Doel: Deze studie evalueert de veiligheid en werkzaamheid van exemestaan en celecoxib vóór de operatie voor stadium II, III en IV borstkanker bij postmenopauzale vrouwen. Na deze behandelingen zullen tests het CYP019-gen analyseren.
Behandeling: Patiënten in deze studie zullen exemestaan en celecoxib krijgen. Beide medicijnen zullen als orale pillen aan patiënten worden gegeven.
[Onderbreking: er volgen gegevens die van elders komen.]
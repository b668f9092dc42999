"""Read refills: their weighings in order, the draw in force, what a page lists."""

from __future__ import annotations

from collections.abc import Iterable, Sequence
from dataclasses import dataclass
from datetime import datetime

from django.db.models import Q, QuerySet

from bottles.models import Bottle, Draw, Refill, Weighing


@dataclass(frozen=True, slots=True)
class Course:
    """A refill's weighings and draws, in the order in which they happened."""

    refill: Refill
    before: Weighing | None
    reads: tuple[Weighing, ...]  # of the bottle to fill, after the first
    draws: tuple[Draw, ...]

    @property
    def last(self) -> Weighing | None:
        """The latest weighing of the bottle to fill."""
        return self.reads[-1] if self.reads else self.before

    def draw_at(self, happened_at: datetime, act_id: int) -> int:
        """The number of the draw in force at a weighing; a draw begins after the weighing it came with."""
        number = 0
        for place, draw in enumerate(self.draws):
            if (draw.happened_at, draw.act_id) < (happened_at, act_id):
                number = place
        return number

    @property
    def closable(self) -> Weighing | None:
        """The weighing that lets it close: the latest, line disconnected, at or below the limit."""
        last = self.reads[-1] if self.reads else None
        return last if last and last.step == "disconnected" and last.net_g <= self.refill.limit_g else None

    @property
    def overfull(self) -> Weighing | None:
        """The latest weighing where it shows more than the limit."""
        last = self.last
        return last if last and net_without_hose(self.refill, last) > self.refill.limit_g else None


def net_without_hose(refill: Refill, weighing: Weighing) -> int:
    """Return a weighing's net with the hose's pull taken out where the line was still connected."""
    return weighing.net_g - (refill.station.hose_pull_g if weighing.step == "after" else 0)


def draws_of(refill: Refill) -> tuple[Draw, ...]:
    """Return a refill's draws in the order in which they happened, with supply bottles and forecasts."""
    return tuple(refill.draws.select_related("source", "forecast").order_by("happened_at", "id"))


def in_force(draws: Sequence[Draw]) -> Draw:
    """Return the draw that a refill goes on from now: the one recorded last."""
    return max(draws, key=lambda draw: draw.pk)


def course_of(refill: Refill, draws: Sequence[Draw] | None = None) -> Course:
    """Return a refill's course: two queries, one for whoever has just read its draws.

    A weighing counts that was made for it, or that took the place of one that was struck.
    """
    draws = draws_of(refill) if draws is None else tuple(draws)
    mine = Q(refill=refill) | Q(act_id=refill.act_id) | Q(act_id__gt=refill.act_id, happened_at__gte=refill.opened_at)
    if refill.closed_at is not None:
        mine &= Q(happened_at__lte=refill.closed_at)
    rows = list(
        Weighing.objects.filter(mine, bottle_id=refill.bottle_id, strike__isnull=True)
        .exclude(act_id__in=Refill.objects.filter(bottle_id=refill.bottle_id, id__gt=refill.pk).values("act_id"))
        .select_related("scale", "tare")
        .order_by("happened_at", "act_id", "id")
    )
    firsts = [row for row in rows if row.step == "before"]
    before = firsts[-1] if firsts else None
    reads = tuple(row for row in rows if row.step in ("after", "disconnected"))
    return Course(refill, before, reads, draws)


def source_weighings(course: Course, number: int) -> list[Weighing]:
    """Return the weighings of one draw's supply bottle, from its start on."""
    draw = course.draws[number]
    following = course.draws[number + 1] if number + 1 < len(course.draws) else None
    rows = Weighing.objects.filter(bottle_id=draw.source_id, strike__isnull=True, act_id__gte=draw.act_id)
    rows = rows.filter(Q(act_id=draw.act_id) | Q(refill=course.refill))
    if following is not None:
        rows = rows.filter(act_id__lte=following.act_id)
    return list(rows.order_by("happened_at", "act_id", "id"))


def open_refills() -> QuerySet[Refill]:
    """Return the open refills, the oldest first."""
    return _listed().filter(closed_at__isnull=True).order_by("opened_at", "id")


def closed_refills() -> QuerySet[Refill]:
    """Return the closed refills, the latest first."""
    return _listed().filter(closed_at__isnull=False).order_by("-closed_at", "-id")


def refills_of(bottle: Bottle) -> QuerySet[Refill]:
    """Return a bottle's refills, the latest first."""
    return bottle.refills.select_related("station__scale").order_by("-opened_at", "-id")


def last_weighings(refills: Iterable[Refill]) -> dict[int, Weighing]:
    """Return each refill's last weighing of the bottle being filled, by the refill's key: one query."""
    found: dict[int, Weighing] = {}
    keys = {refill.pk: refill.bottle_id for refill in refills}
    rows = Weighing.objects.filter(refill__in=keys, strike__isnull=True).order_by("happened_at", "act_id", "id")
    for row in rows:
        if row.refill_id and keys[row.refill_id] == row.bottle_id:
            found[row.refill_id] = row
    return found


def last_sources(refills: Iterable[Refill]) -> dict[int, Bottle]:
    """Return the supply bottle in force of each refill: one query."""
    rows = Draw.objects.filter(refill__in=[refill.pk for refill in refills]).select_related("source").order_by("id")
    return {row.refill_id: row.source for row in rows}


def _listed() -> QuerySet[Refill]:
    return Refill.objects.select_related("bottle", "station__scale")
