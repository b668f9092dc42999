"""What the Counter shows: refills going on, bottles in the shop, supply bottles on the stations.

Each in a fixed number of queries.
"""

from __future__ import annotations

from collections.abc import Sequence

from django.db.models import F, QuerySet

from bottles.models import Custody, Refill, Standing, Station, Supply

SHOWN = 100  # bottles on the counter's own list; more are on the bottles page


def open_refills() -> QuerySet[Refill]:
    """Return the refills that are open, the oldest first."""
    return (
        Refill.objects.filter(closed_at__isnull=True)
        .select_related("bottle", "station__scale")
        .prefetch_related("draws__source")
        .order_by("station__name", "opened_at")
    )


def waiting() -> Sequence[Standing]:
    """Return the standings of bottles in the shop that wait for something, the soonest promise first."""
    return list(
        _standings()
        .filter(is_in=True, waits=True, bottle__retired_at__isnull=True)
        .order_by(F("custody__promised_at").asc(nulls_last=True), "custody__happened_at", "bottle__code")[:SHOWN]
    )


def at_the_counter() -> Sequence[Standing]:
    """Return the standings of bottles that stand at the counter and wait for nothing: to label, to go."""
    return list(
        _standings()
        .filter(is_in=True, waits=False, custody__place__kind="counter", bottle__retired_at__isnull=True)
        .order_by("bottle__code")[:SHOWN]
    )


def came_in_unweighed(standing: Standing) -> bool:
    """Whether the bottle is in and hasn't been weighed since it came."""
    custody, weighing = standing.custody, standing.weighing
    if custody is None or not custody.is_in:
        return False
    if weighing is None:
        return True
    came: Custody | None = custody
    if custody.kind != "in":  # moved about since
        came = Custody.objects.filter(bottle=standing.bottle_id, kind="in").order_by("happened_at", "id").last()
    return came is not None and weighing.happened_at < came.happened_at


def supplies() -> Sequence[Supply]:
    """Return the supply bottles on the stations in use, with what was last weighed of them."""
    return list(
        Supply.objects.filter(station__active=True)
        .select_related("station", "bottle__standing__weighing", "bottle__account")
        .order_by("station__name", "bottle__code")
    )


def stations() -> Sequence[Station]:
    """Return the stations in use."""
    return list(Station.objects.filter(active=True).order_by("name"))


def _standings() -> QuerySet[Standing]:
    return Standing.objects.select_related(
        "bottle", "ownership__customer", "custody__place", "custody__car", "weighing"
    )
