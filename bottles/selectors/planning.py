"""What a day's plan asks the register: the latest plan, where bottles are chilled, the pace of recent weeks."""

from __future__ import annotations

from collections import defaultdict
from collections.abc import Collection
from dataclasses import dataclass
from datetime import date, datetime, timedelta
from math import ceil

from bottles.models import Custody, DayPlan, DayPlanResult, Line, Standing
from bottles.physics.chilling import FREEZER, ICED_WATER, Surroundings, temperature_after, time_to_reach
from bottles.physics.heating import room_loss, seconds_to_reach
from bottles.physics.vessel import COLDEST, Vessel
from bottles.rules.planning.problem import Start
from bottles.rules.planning.told import TOLD
from bottles.selectors.books import STANDS, day_start
from bottles.selectors.register import owner_words
from shop.base import clock
from shop.base.models import Job, Place, Shop
from shop.physics.errors import PhysicsError

WEEKS = 4  # that the pace is taken from
_NEARLY = 3.0  # K above the coldest: the last degrees take too long (common practice, no source)
_ICED_K = (270.15, 285.15)
_CHILLED_IN = 2  # places that a plan tells apart: more would differ little


@dataclass(frozen=True, slots=True)
class Cold:
    """A freezer or bath of the plan; `place_id` None where it was entered for the plan alone."""

    name: str
    kind: str
    coldest_k: float
    takes: int
    place_id: int | None = None

    def holds(self, place_id: int | None) -> bool:
        """Whether a bottle that stands at a place stands in it."""
        return self.place_id is not None and self.place_id == place_id

    @property
    def surroundings(self) -> Surroundings | None:
        """What a bottle stands in there; None for a bath that is neither ice nor near it."""
        if self.kind == "freezer":
            return Surroundings(FREEZER, self.coldest_k)
        if _ICED_K[0] <= self.coldest_k <= _ICED_K[1]:
            return Surroundings(ICED_WATER, self.coldest_k)
        return None


def plan_of_today(shop: Shop) -> DayPlan | None:
    """Return what today is planned with: the latest question."""
    return DayPlan.objects.filter(day=clock.today(shop)).select_related("act__person").order_by("-id").first()


def latest_question() -> DayPlan | None:
    """Return the latest question of any day: what the next form begins with."""
    return DayPlan.objects.order_by("-id").first()


def latest_result(plan: DayPlan) -> DayPlanResult | None:
    """Return the latest working out of today's plan: of this question, or of one before it until this one is done."""
    return DayPlanResult.objects.filter(plan__day=plan.day, result__told=TOLD).select_related("plan").order_by("-id").first()


def owners_of(codes: Collection[str]) -> dict[str, str]:
    """Return whose bottles are now, in words, by code."""
    rows = Standing.objects.filter(bottle__code__in=codes).select_related("bottle", "ownership__customer")
    return {row.bottle.code: owner_words(row.ownership) for row in rows}


def making(plan: DayPlan) -> Job | None:
    """Return the work that makes a day's plan anew, where some is going on or was just cancelled or failed."""
    last = Job.objects.filter(kind="plan.make", args__day=plan.day.isoformat()).order_by("-id").first()
    return last if last is not None and last.state != "done" else None


def places_written_down() -> list[Cold]:
    """Return the shop's freezers and baths whose temperature and room are written down, the coldest first."""
    rows = Place.objects.filter(
        active=True, kind__in=("freezer", "bath"), coldest_mk__isnull=False, takes_at_once__gt=0
    ).order_by("coldest_mk", "code")[:_CHILLED_IN]
    return [
        Cold(row.name, row.kind, max((row.coldest_mk or 0) / 1000, COLDEST), row.takes_at_once or 0, row.pk) for row in rows
    ]


def temperature_now(vessel: Vessel, custody: Custody | None, colds: list[Cold], now: datetime) -> float:
    """Return how cold a bottle is by where it stands since when: the room's, or on its way to a freezer's [K]."""
    for cold in colds:
        surroundings = cold.surroundings
        if custody is not None and cold.holds(custody.place_id) and surroundings:
            return temperature_after(vessel, max(0.0, (now - custody.happened_at).total_seconds()), surroundings)[1]
    return vessel.temperature_k


def starts_of(vessel: Vessel, colds: list[Cold]) -> tuple[Start, ...]:
    """Return the temperatures at which a bottle can be filled: as it stands, chilled, chilled half as far in the coldest."""
    found = [Start(vessel.temperature_k)]
    for number, cold in enumerate(colds):
        nearly = cold.coldest_k + (_NEARLY if cold.kind == "freezer" else _NEARLY / 2)
        targets = [nearly] if number else [nearly, (nearly + vessel.temperature_k) / 2]
        for target in targets:
            seconds = _seconds(vessel, target, cold) if target < vessel.temperature_k - 1.0 else None
            if seconds is not None:
                found.append(Start(target, number, seconds))
    return tuple(found)


def _seconds(vessel: Vessel, target_k: float, cold: Cold) -> int | None:
    """How long a bottle takes to a temperature there, to the minute above."""
    try:
        surroundings = cold.surroundings
        if surroundings is not None:
            seconds = time_to_reach(vessel, target_k, surroundings).likely_s
        else:
            loss = room_loss(vessel.volume_m3)
            seconds = seconds_to_reach(vessel, target_k, ambient_k=cold.coldest_k, loss_w_k=loss)
    except PhysicsError:
        return None
    return None if seconds is None else ceil(seconds / 60.0) * 60


def use_by_day(shop: Shop, today: date) -> tuple[list[int], frozenset[int]]:
    """Return what went out of supply bottles on each open day of recent weeks, and which weekdays are open: one query.

    Open is a weekday on which anything was filled; days before the first refill in these weeks don't count.
    """
    first = today - timedelta(weeks=WEEKS)
    zone = clock.zone(shop)
    rows = Line.objects.filter(
        STANDS, movement__kind="refill", source__bottle__use="supply", movement__happened_at__gte=day_start(first, shop),
        movement__happened_at__lt=day_start(today, shop),
    ).values_list("movement__happened_at", "grams")  # fmt: skip
    used: dict[date, int] = defaultdict(int)
    for happened_at, grams in rows:
        used[happened_at.astimezone(zone).date()] += grams
    if not used:
        return [], frozenset()
    weekdays = frozenset(day.weekday() for day in used)
    begun = min(used)
    days = [begun + timedelta(days=number) for number in range((today - begun).days)]
    return [used.get(day, 0) for day in days if day.weekday() in weekdays], weekdays
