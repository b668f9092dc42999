"""What the shop has learned of condensation, and its closed refills as learning reads them."""

from __future__ import annotations

from collections.abc import Iterable, Sequence
from dataclasses import dataclass
from itertools import pairwise

from django.db.models import Max, QuerySet

from bottles.models import Bottle, Fit, Movement, Refill
from bottles.physics.condensation import PRIOR, Condensation
from bottles.physics.fitting import ENOUGH
from bottles.physics.fitting_words import origin
from bottles.rules.books import difference_plus_minus
from bottles.rules.learning import Closed, size_of, size_span, way_of
from bottles.selectors.refills import Course, courses_of, net_without_hose
from shop.base import clock
from shop.base.models import Shop

# Refills that are learned from, for the shop changes; and those compared on a page, which answers at once.
WINDOW, COMPARED = 1_000, 500

Scope = tuple[str, int | None]


@dataclass(frozen=True, slots=True)
class Figure:
    """The condensation figure that holds for a bottle, and the row that it comes from; None: the prior."""

    condensation: Condensation
    fit: Fit | None


class Figures:
    """The latest fitted figures, for any number of bottles."""

    def __init__(self, rows: Iterable[Fit], shop: Shop) -> None:
        self.rows: dict[Scope, Fit] = {(row.way, row.size_ml): row for row in rows}
        self._zone = clock.zone(shop)

    def of(self, bottle: Bottle) -> Figure:
        """The figure of a bottle's size and way of entering; else of its way; else of the shop; else the prior."""
        row = self.row_for(way_of(bottle.dip_tube), size_of(bottle.capacity_ml) if bottle.capacity_ml else None)
        if row is None:
            return Figure(PRIOR, None)
        told = origin(
            row.informative, row.way, size_span(row.size_ml) if row.size_ml else None,
            f"{row.act.recorded_at.astimezone(self._zone):%Y-%m}",
        )  # fmt: skip
        return Figure(Condensation(row.figure_milli / 1000, row.deviation_milli / 1000, told), row)

    def row_for(self, way: str, size_ml: int | None) -> Fit | None:
        """The row that holds for a way of entering and a class of sizes; None: the prior."""
        of_way = self.rows.get((way, None))
        if way and of_way is not None and of_way.informative >= ENOUGH:
            of_size = self.rows.get((way, size_ml))
            # A few refills of a size do: they're drawn towards their way.
            return of_size if of_size is not None and of_size.informative else of_way
        whole = self.rows.get(("", None))
        return whole if whole is not None and whole.informative >= ENOUGH else None


def latest_figures(shop: Shop) -> Figures:
    """Return the latest fitted figures of all scopes: one query."""
    last = Fit.objects.order_by().values("way", "size_ml").annotate(last=Max("pk")).values("last")
    return Figures(Fit.objects.filter(pk__in=last).select_related("act"), shop)


def closed_window(many: int = WINDOW) -> QuerySet[Refill]:
    """Return the latest closed refills, the latest first."""
    found = Refill.objects.filter(closed_at__isnull=False).order_by("-closed_at", "-id")
    # Hundreds of refills share a few stations, scales and people: those are read once.
    return found.select_related("bottle").prefetch_related("station__scale", "person")[:many]


@dataclass(frozen=True, slots=True)
class Went:
    """A closed refill: its course, what is known of how it went, what came over by the scale and its ±."""

    course: Course
    closed: Closed
    came_g: int
    error_g: int

    @property
    def refill(self) -> Refill:
        """The refill itself."""
        return self.course.refill


def went(refills: Sequence[Refill]) -> list[Went]:
    """Return how closed refills went, by the weighings that stand: five queries, however many they are."""
    if not refills:
        return []
    reversed_ones = set(
        Movement.objects.filter(refill__in=refills, kind__in=("refill", "vent"), reversal__isnull=False).values_list(
            "refill_id", flat=True
        )
    )
    return [_went(course, course.refill.pk in reversed_ones) for course in courses_of(refills)]


def _went(course: Course, reversed_by_hand: bool) -> Went:
    refill, before, last = course.refill, course.before, course.reads[-1] if course.reads else None
    forecast = course.draws[0].forecast if course.draws else None
    closed = Closed(
        ended_by=refill.ended_by, draws=len(course.draws), pumped=refill.method == "pumped",
        vented=refill.method == "vented" or _lost_weight(course), reversed_by_hand=reversed_by_hand,
        weighed_before=before is not None, weighed_after=last is not None,
        line_off=last is not None and last.step == "disconnected",
        wet=bool((before and before.wet) or (last and last.wet)), forecast=forecast is not None,
        supply_known=forecast is not None and forecast.likely_g is not None,
    )  # fmt: skip
    if before is None or last is None:
        return Went(course, closed, 0, 0)
    came = net_without_hose(refill, last) - net_without_hose(refill, before)
    return Went(course, closed, came, difference_plus_minus(before.error_g, last.error_g))


def _lost_weight(course: Course) -> bool:
    """Whether it got lighter between two weighings, beyond their ±: some was let out."""
    rows = [row for row in (course.before, *course.reads) if row is not None]
    return any(
        net_without_hose(course.refill, later) - net_without_hose(course.refill, earlier)
        < -difference_plus_minus(earlier.error_g, later.error_g)
        for earlier, later in pairwise(rows)
    )
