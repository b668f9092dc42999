"""Codes of bottles: what the next free one is."""

from __future__ import annotations

import re

from django.db.models.functions import Length

from bottles.models import Bottle

PREFIXES = {"supply": ("S-", 2)}  # any other use: T-, four digits
USUAL = ("T-", 4)
CODE = re.compile(r"[A-Z0-9][A-Z0-9-]{0,18}[A-Z0-9]|[A-Z0-9]")


def next_code(use: str) -> str:
    """Return the next free code of a bottle for this use: one above the highest so far.

    Codes are never freed, so the highest is enough; a code typed in another way is passed by.
    """
    prefix, digits = PREFIXES.get(use, USUAL)
    plain = re.compile(re.escape(prefix) + r"(\d+)")
    highest = 0
    codes = Bottle.objects.filter(code__startswith=prefix).order_by(Length("code").desc(), "-code")
    for code in codes.values_list("code", flat=True).iterator(chunk_size=100):
        if match := plain.fullmatch(code):
            highest = int(match[1])
            break
    return f"{prefix}{highest + 1:0{digits}d}"


def as_code(text: str) -> str:
    """Return a typed code as it's kept: capitals, no spaces around it."""
    return text.strip().upper()


def is_code(text: str) -> bool:
    """Whether the text can be a bottle's code: letters, digits and dashes, as a label carries them."""
    return CODE.fullmatch(text) is not None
Exemestaan zal gedurende zestien weken dagelijks worden ingenomen. Vanaf week 9 wordt celecoxib gedurende acht weken tweemaal daags ingenomen. Daarom zullen patiënten in week 9-16 zowel exemestaan als celecoxib gebruiken. Gedurende de studie zullen verschillende tests en onderzoeken worden uitgevoerd om patiënten nauwlettend te volgen, waaronder een biopsie die wordt uitgevoerd na de eerste 8 weken op exemestaan. Na zestien weken op exemestaan en celecoxib zullen patiënten een borstoperatie ondergaan.
Studietype
Inschrijving (Werkelijk)
Fase
- Fase 2
Contacten en locaties
Studie Locaties
-
-
Ohio
-
Columbus, Ohio, Verenigde Staten, 43210
- Ohio State University
-
-
Deelname Criteria
Geschiktheidscriteria
Leeftijden die in aanmerking komen voor studie
Accepteert gezonde vrijwilligers
Geslachten die in aanmerking komen voor studie
Beschrijving
Inclusiecriteria:
- Moet vrouw zijn met histologisch bevestigde borstkanker
- Stadium II-IV ziekte
- ER en/of PR positief
- ECOG-prestatiestatus 0-1
- Tumor moet aanwezig zijn na kernnaaldbiopsie zoals bepaald door lichamelijk onderzoek of radiografische evaluatie.
- Postmenopauzaal
- Geen eerdere behandeling voor huidige borstkanker. Geen enkele andere actieve maligniteit is toegestaan. Adequaat behandelde basaalcelkanker, plaveiselcelkanker, in situ baarmoederhalskanker of elke andere vorm van kanker waarvan de patiënt 5 jaar ziektevrij is, is toegestaan. Bifosfonaten en palliatieve bestraling voor botmetastasen zijn tijdens de studie toegestaan.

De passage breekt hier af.